** Provided records follows **

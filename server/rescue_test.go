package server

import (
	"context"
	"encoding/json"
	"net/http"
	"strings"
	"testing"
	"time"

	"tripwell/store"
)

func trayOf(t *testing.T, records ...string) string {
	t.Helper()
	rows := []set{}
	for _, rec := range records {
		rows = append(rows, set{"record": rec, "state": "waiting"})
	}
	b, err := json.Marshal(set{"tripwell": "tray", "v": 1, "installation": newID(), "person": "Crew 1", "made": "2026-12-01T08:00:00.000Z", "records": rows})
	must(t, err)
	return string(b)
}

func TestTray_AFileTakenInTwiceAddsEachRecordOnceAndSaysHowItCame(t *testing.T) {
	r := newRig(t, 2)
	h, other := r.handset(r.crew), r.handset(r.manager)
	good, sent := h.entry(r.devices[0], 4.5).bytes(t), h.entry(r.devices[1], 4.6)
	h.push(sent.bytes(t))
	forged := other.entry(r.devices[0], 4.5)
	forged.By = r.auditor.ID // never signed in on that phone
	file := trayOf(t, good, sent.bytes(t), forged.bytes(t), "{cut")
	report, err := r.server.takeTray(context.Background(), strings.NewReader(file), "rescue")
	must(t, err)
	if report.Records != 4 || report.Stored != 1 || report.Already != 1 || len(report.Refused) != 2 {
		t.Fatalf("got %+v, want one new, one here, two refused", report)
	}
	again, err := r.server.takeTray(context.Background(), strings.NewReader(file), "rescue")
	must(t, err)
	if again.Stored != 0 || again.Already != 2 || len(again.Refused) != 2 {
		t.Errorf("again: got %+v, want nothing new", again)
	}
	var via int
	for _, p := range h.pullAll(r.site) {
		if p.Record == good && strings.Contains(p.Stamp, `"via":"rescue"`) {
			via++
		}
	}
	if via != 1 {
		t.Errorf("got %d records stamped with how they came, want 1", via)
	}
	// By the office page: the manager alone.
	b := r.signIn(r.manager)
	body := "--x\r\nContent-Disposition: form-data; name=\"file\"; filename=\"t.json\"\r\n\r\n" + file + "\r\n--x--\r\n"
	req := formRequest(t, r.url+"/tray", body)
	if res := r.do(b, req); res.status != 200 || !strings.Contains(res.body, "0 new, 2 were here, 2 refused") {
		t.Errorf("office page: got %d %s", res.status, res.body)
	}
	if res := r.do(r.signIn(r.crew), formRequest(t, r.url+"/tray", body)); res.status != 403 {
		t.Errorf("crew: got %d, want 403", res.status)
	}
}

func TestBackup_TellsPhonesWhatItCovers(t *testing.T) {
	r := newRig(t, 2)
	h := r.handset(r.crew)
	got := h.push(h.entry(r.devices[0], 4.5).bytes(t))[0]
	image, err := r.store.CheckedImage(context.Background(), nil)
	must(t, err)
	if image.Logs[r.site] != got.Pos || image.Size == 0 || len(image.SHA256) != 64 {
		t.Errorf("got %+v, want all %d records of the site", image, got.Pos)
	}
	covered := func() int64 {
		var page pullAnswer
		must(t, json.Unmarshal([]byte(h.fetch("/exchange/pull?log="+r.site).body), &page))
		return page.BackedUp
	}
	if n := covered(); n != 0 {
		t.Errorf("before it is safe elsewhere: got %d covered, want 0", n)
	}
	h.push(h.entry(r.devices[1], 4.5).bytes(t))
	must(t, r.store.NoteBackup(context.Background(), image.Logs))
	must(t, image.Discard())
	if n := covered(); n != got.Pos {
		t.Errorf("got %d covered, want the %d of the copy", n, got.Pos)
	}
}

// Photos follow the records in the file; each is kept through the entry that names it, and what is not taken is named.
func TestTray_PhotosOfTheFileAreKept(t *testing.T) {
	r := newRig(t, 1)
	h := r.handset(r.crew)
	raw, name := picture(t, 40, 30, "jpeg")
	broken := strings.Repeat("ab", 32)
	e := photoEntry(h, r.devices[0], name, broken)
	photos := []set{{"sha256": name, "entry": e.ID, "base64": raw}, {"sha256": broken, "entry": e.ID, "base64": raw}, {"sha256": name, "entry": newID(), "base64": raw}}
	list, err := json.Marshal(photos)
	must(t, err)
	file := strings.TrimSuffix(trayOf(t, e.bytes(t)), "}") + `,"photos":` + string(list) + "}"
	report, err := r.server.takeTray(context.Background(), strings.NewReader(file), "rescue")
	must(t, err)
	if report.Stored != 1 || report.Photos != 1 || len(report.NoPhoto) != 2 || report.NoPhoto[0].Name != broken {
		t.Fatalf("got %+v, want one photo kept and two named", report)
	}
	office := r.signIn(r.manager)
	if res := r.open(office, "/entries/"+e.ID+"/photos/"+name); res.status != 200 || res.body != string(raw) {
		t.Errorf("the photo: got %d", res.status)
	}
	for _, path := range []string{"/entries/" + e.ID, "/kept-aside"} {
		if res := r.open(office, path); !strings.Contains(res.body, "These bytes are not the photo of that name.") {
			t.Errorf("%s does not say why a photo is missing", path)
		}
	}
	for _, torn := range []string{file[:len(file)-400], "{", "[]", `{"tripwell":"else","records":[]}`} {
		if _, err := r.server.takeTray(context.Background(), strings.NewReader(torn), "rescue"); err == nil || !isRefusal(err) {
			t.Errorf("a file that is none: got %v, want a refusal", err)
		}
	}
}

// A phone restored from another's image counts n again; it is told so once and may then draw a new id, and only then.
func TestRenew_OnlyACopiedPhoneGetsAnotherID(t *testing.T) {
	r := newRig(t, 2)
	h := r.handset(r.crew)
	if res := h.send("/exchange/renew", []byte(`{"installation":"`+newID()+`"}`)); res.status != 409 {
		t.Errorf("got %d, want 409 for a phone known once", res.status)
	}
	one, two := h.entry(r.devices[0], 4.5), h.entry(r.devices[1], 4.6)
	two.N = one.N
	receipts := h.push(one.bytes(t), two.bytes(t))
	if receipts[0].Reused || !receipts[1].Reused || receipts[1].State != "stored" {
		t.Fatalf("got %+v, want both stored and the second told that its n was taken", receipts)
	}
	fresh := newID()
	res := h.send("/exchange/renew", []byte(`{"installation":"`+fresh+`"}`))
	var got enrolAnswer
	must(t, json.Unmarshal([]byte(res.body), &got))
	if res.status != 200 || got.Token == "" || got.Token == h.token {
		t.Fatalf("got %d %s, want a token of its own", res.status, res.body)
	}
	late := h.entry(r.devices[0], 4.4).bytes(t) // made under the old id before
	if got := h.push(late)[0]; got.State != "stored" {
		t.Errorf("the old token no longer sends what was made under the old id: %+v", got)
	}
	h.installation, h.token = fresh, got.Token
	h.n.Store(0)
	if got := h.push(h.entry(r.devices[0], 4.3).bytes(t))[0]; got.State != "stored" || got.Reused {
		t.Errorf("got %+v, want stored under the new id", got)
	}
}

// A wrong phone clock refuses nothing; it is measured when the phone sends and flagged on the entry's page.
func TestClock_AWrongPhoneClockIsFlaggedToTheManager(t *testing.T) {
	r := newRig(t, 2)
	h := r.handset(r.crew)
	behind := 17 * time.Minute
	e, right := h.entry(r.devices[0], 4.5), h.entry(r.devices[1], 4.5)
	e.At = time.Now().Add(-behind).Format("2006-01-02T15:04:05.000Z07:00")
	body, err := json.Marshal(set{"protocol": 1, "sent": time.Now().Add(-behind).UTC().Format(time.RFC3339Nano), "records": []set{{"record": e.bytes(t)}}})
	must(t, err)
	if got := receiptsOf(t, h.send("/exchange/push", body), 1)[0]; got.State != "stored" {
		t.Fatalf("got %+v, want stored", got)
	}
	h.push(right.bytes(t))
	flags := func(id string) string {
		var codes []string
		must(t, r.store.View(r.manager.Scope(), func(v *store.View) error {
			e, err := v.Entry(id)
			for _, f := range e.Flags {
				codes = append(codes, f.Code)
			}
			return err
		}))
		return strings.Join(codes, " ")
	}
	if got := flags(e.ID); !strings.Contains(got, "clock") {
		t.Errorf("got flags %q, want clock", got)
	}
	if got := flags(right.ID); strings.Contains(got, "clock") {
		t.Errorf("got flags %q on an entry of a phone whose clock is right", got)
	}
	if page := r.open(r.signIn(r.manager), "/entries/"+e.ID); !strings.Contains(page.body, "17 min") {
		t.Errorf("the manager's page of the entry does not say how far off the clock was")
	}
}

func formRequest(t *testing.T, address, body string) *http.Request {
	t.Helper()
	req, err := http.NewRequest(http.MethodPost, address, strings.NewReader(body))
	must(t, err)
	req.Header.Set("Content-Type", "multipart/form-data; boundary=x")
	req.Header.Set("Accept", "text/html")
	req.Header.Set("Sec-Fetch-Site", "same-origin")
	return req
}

** End of Provided records **

Nothing but an exact copy of the lines from the start of the entries through the line containing "for _, rec := range" belongs in the response.

## Reply to the exercise
filename server/rescue_test.go
package server

import (
	"context"
	"encoding/json"
	"net/http"
	"strings"
	"testing"
	"time"

	"tripwell/store"
)

func trayOf(t *testing.T, records ...string) string {
	t.Helper()
	rows := []set{}
	for _, rec := range records {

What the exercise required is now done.